▶ _Task details_
Search the entries below for "showInputBox", and copy each line where it appears.

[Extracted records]
»»
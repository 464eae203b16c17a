import * as vscode from 'vscode';
import { equal, finding, findingsOf, ok, open, replace, until } from './harness';

const actionsOf = (document: vscode.TextDocument, range: vscode.Range, kind?: vscode.CodeActionKind) =>
  vscode.commands.executeCommand<vscode.CodeAction[]>(
    'vscode.executeCodeActionProvider',
    document.uri,
    range,
    kind?.value,
    20,
  );

/** Answers the editor's questions in turn, as a person would type; the answers replace what stands in the box. */
async function answering(answers: readonly (string | undefined)[], run: () => Promise<unknown>): Promise<string[]> {
  const box = vscode.window as { showInputBox: typeof vscode.window.showInputBox };
  const real = box.showInputBox;
  const asked: string[] = [];
  box.showInputBox = (async (options: vscode.InputBoxOptions) => {
    const answer = answers[asked.length] ?? options.value ?? '';
    asked.push(options.prompt ?? '');
    const problem = await options.validateInput?.(answer);
    ok(!problem, `${options.prompt}: ${JSON.stringify(problem)}`);
    return answer;
  }) as typeof real;
  try {
    await run();
  } finally {
    box.showInputBox = real;
  }
  return asked;
}

export function defineCommandTests(): void {
  describe('commands', () => {
    it('are all there, each either possible anywhere or with a condition', async () => {
      const { packageJSON } = vscode.extensions.getExtension('lanewright.lanewright')!;
      await open('lanes/camera-sled.channel.yaml');
      const known = await until('the commands', async () => {
        const all = await vscode.commands.getCommands(true);
        return all.includes('lanewright.openPreview') && all;
      });
      const declared = packageJSON.contributes.commands as { command: string; enablement?: string }[];
      equal(
        declared.filter(({ command }) => !known.includes(command)),
        [],
        'commands without a function',
      );
      const anywhere = declared.filter(({ enablement }) => !enablement).map(({ command }) => command.split('.')[1]);
      equal(
        anywhere.sort(),
        ['copyReport', 'newChannel', 'restartServer', 'showFormat', 'showOutput', 'showRules'],
        'commands without a condition',
      );
    });

    it('“accept this finding” writes a waiver with reason, name, day and value, and the finding is gone', async () => {
      const { document } = await open('lanes/camera-sled.channel.yaml');
      const stub = await until('the stub', () => finding(document.uri, 'stub-resonance'));
      const accept = (await actionsOf(document, stub.range)).find(
        ({ title, command }) => command && /accept/i.test(title),
      );
      ok(accept?.command, 'the action that accepts');
      const asked = await answering(['the first lot is drilled by hand', 'signal team'], () =>
        Promise.resolve(vscode.commands.executeCommand(accept.command!.command, ...(accept.command!.arguments ?? []))),
      );
      ok(asked.length >= 3, `it asked why, who and until when, got ${asked}`);
      await until('no stub', () => !finding(document.uri, 'stub-resonance'));
      const text = document.getText();
      for (const line of [
        /waivers:/,
        /reason: the first lot is drilled by hand/,
        /by: signal team/,
        /until: \d{4}-\d{2}-\d{2}/,
      ])
        ok(line.test(text), `${line} in ${text.slice(-400)}`);
    });

    it('“fix all” takes the safe fixes and no others', async () => {
      const editor = await open('lanes/camera-sled.channel.yaml');
      await until('the stub', () => finding(editor.document.uri, 'stub-resonance'));
      await replace(editor, 'length: 12 mm', 'lenght: 12 mm');
      await until('the misspelling', () => finding(editor.document.uri, 'schema'));
      const whole = new vscode.Range(0, 0, editor.document.lineCount, 0);
      const [all] = await actionsOf(editor.document, whole, vscode.CodeActionKind.SourceFixAll.append('lanewright'));
      ok(all?.edit, 'the source action');
      ok(await vscode.workspace.applyEdit(all.edit), 'its edit was taken');
      await until('no misspelling', () => !finding(editor.document.uri, 'schema'));
      ok(editor.document.getText().includes('length: 12 mm'), 'the key is right');
      await until('the stub, which is physics', () => finding(editor.document.uri, 'stub-resonance'));
    });

    it('a new channel has no finding', async () => {
      await vscode.commands.executeCommand('lanewright.newChannel');
      const document = await until(
        'the new text',
        () => vscode.window.activeTextEditor?.document.isUntitled && vscode.window.activeTextEditor.document,
      );
      equal(document.languageId, 'lanewright-channel', 'its language');
      await until('its verdict', async () => {
        const [lens] = await vscode.commands.executeCommand<vscode.CodeLens[]>(
          'vscode.executeCodeLensProvider',
          document.uri,
          1,
        );
        return /meets|ok|within/i.test(lens?.command?.title ?? '') && !/not computed/.test(lens?.command?.title ?? '');
      });
      equal(
        findingsOf(document.uri).map(({ message }) => message),
        [],
        'findings',
      );
      await vscode.commands.executeCommand('workbench.action.revertAndCloseActiveEditor');
    });

    it('the report for an issue has versions and counts, and nothing of a file', async () => {
      const { document } = await open('lanes/camera-sled.channel.yaml');
      await until('the stub', () => finding(document.uri, 'stub-resonance'));
      await vscode.commands.executeCommand('lanewright.copyReport');
      const report = await until('the report', async () => {
        const text = await vscode.env.clipboard.readText();
        return text.includes('"extension"') && text;
      });
      const { server, extension } = JSON.parse(report);
      ok(/^\d+\.\d+\.\d+/.test(extension) && server.openFiles >= 1, `version and counts, got ${report}`);
      for (const word of ['camera', 'sled', 'dive', 'twinax', document.uri.path])
        ok(!report.includes(word), `nothing of a file, but ${word} is in ${report}`);
    });
  });
}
««
▶ _Task response_
  const box = vscode.window as { showInputBox: typeof vscode.window.showInputBox };
  const real = box.showInputBox;
  box.showInputBox = (async (options: vscode.InputBoxOptions) => {
    box.showInputBox = real;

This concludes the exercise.